[Stored items]
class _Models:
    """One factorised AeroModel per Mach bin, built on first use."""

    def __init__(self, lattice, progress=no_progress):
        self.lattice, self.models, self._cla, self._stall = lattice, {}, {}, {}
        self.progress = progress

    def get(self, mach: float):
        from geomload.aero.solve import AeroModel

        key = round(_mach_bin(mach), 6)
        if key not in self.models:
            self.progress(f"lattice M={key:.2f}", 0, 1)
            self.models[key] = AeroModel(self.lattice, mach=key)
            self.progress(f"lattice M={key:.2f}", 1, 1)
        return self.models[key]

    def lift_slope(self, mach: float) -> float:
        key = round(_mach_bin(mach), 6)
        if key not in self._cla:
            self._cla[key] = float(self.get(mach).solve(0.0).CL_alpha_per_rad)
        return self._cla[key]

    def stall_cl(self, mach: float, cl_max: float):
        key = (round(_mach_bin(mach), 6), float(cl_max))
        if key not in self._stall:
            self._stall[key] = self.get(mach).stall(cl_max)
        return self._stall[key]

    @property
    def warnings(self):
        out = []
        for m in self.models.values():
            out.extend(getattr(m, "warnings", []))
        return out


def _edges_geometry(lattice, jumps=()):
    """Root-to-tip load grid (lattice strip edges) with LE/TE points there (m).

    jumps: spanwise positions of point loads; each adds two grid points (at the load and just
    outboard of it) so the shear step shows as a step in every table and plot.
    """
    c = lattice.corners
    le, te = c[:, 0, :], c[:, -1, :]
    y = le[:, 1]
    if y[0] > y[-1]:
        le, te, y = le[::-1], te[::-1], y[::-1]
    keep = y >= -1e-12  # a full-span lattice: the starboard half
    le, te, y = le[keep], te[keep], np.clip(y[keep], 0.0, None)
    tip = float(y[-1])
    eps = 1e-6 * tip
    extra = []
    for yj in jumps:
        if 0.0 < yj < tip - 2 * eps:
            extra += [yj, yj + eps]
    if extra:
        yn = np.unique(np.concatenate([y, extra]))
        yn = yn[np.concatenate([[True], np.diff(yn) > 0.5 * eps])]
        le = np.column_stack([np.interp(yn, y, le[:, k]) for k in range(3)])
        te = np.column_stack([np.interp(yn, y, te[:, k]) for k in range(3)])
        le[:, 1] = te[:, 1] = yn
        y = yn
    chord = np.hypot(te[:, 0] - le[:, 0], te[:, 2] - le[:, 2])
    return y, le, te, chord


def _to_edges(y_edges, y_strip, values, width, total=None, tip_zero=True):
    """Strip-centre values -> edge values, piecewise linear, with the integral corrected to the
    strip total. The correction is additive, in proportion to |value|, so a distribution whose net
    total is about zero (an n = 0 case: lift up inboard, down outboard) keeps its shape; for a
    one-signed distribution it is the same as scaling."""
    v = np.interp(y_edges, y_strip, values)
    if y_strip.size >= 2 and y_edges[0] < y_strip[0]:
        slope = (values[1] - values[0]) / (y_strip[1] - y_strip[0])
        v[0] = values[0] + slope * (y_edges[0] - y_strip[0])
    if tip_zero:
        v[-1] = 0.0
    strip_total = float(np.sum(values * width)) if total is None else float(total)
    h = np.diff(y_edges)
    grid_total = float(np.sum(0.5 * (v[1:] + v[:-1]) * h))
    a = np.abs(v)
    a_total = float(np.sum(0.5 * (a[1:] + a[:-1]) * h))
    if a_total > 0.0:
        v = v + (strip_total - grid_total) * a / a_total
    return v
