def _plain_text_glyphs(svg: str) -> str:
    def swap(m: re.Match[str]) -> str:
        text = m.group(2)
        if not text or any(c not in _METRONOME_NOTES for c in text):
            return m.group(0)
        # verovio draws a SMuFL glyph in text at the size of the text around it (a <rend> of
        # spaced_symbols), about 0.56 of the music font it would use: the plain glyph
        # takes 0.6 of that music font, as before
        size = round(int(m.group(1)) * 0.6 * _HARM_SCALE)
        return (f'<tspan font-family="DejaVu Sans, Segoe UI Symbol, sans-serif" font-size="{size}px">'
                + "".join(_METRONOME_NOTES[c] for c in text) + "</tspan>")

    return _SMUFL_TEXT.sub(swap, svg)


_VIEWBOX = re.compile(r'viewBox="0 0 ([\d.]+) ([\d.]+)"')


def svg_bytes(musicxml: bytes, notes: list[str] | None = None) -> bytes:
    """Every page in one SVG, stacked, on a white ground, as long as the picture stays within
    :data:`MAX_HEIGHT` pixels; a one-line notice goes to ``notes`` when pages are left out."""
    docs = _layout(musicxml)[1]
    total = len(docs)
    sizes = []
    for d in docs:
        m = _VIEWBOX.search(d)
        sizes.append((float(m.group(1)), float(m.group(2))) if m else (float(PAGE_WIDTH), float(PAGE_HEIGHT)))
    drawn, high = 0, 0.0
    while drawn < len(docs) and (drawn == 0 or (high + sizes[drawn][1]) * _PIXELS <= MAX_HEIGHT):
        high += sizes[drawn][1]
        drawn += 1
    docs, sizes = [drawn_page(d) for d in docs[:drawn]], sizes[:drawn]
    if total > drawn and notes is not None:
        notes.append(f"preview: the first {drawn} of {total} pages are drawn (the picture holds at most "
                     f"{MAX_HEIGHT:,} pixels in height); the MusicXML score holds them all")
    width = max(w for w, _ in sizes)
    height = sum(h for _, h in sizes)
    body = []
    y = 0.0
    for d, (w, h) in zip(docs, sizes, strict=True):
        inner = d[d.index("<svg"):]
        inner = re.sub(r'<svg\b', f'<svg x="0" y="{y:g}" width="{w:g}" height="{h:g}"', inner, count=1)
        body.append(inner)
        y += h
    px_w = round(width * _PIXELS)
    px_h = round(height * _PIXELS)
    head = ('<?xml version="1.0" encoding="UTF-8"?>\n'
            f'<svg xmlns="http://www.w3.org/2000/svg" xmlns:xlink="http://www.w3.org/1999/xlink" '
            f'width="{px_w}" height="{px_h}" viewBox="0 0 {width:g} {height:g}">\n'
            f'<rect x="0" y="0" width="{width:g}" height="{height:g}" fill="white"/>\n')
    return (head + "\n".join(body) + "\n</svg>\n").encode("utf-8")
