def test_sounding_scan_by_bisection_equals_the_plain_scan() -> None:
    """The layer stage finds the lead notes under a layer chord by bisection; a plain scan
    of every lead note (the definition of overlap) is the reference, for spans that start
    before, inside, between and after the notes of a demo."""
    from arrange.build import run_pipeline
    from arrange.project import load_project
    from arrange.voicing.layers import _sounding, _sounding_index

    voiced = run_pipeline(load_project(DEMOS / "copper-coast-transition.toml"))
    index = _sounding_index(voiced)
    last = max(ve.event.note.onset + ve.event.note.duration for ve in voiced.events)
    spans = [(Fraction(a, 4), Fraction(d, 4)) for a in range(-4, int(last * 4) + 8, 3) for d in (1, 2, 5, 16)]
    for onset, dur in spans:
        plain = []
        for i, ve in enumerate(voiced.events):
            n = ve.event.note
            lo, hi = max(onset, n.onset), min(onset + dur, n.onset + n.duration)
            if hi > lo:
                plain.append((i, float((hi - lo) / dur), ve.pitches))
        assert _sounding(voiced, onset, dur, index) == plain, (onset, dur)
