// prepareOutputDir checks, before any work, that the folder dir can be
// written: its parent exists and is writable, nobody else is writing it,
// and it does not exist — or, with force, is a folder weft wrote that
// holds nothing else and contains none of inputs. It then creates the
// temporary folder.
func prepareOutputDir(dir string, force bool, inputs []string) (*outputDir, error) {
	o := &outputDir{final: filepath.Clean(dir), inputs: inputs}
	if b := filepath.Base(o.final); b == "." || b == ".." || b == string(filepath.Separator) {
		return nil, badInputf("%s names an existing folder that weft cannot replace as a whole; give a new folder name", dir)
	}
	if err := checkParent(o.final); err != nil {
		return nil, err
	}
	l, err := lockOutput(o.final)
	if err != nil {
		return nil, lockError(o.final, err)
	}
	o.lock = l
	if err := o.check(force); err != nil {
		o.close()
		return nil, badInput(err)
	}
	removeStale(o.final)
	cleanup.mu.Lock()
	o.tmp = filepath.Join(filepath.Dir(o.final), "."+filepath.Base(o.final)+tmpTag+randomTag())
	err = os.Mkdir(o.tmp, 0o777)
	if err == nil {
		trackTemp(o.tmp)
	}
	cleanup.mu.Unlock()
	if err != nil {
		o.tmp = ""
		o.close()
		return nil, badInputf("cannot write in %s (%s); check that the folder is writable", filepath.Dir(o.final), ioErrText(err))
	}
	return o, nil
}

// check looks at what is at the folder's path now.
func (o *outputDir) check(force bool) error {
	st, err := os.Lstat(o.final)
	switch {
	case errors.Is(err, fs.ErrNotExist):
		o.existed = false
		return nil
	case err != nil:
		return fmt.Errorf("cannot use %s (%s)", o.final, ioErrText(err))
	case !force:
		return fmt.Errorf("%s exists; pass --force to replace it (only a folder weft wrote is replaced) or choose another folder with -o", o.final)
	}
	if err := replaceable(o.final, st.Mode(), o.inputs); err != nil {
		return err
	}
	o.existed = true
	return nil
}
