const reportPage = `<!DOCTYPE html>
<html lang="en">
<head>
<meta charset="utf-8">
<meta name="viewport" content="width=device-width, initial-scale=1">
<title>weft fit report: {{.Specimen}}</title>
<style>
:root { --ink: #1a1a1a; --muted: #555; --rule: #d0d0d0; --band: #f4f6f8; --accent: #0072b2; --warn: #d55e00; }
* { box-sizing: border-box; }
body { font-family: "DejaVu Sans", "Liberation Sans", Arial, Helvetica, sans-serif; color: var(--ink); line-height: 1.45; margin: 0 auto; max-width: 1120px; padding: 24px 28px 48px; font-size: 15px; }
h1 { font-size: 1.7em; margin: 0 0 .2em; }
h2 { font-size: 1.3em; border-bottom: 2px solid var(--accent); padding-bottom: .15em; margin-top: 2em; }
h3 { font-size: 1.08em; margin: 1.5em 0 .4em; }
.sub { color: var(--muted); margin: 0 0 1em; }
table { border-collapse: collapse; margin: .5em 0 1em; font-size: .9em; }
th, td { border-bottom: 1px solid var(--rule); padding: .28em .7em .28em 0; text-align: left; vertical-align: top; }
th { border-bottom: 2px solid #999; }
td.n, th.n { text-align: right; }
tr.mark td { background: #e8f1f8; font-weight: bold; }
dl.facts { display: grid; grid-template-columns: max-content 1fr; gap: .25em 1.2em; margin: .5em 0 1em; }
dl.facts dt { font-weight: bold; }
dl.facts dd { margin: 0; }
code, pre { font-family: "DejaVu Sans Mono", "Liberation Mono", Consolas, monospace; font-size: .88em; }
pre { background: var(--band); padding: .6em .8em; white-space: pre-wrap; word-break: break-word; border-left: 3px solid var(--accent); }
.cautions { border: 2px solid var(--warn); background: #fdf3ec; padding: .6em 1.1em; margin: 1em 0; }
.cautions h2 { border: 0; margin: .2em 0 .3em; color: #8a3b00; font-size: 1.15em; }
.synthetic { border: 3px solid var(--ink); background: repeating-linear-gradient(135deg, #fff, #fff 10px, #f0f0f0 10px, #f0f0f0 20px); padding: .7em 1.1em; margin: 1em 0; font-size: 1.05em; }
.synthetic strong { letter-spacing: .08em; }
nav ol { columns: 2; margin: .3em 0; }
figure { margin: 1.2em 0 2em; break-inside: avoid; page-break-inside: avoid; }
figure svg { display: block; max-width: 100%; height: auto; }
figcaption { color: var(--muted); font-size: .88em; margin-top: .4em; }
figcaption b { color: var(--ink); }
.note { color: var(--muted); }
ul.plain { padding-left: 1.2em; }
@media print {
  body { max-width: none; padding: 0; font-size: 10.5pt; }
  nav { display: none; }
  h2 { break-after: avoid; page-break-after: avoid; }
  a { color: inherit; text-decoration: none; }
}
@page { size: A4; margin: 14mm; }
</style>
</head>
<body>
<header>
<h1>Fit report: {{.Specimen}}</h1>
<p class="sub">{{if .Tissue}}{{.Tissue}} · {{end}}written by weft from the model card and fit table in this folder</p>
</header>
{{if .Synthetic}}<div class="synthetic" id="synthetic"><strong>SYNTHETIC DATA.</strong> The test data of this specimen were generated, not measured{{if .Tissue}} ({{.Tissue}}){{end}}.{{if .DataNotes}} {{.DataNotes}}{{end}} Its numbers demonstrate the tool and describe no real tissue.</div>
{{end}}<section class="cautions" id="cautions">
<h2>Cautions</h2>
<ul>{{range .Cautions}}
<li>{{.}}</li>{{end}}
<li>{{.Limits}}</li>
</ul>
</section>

Work instruction - Extract each line from the entries above that contains the string "Base".

Output of the task -
	if b := filepath.Base(o.final); b == "." || b == ".." || b == string(filepath.Separator) {
	o.tmp = filepath.Join(filepath.Dir(o.final), "."+filepath.Base(o.final)+tmpTag+randomTag())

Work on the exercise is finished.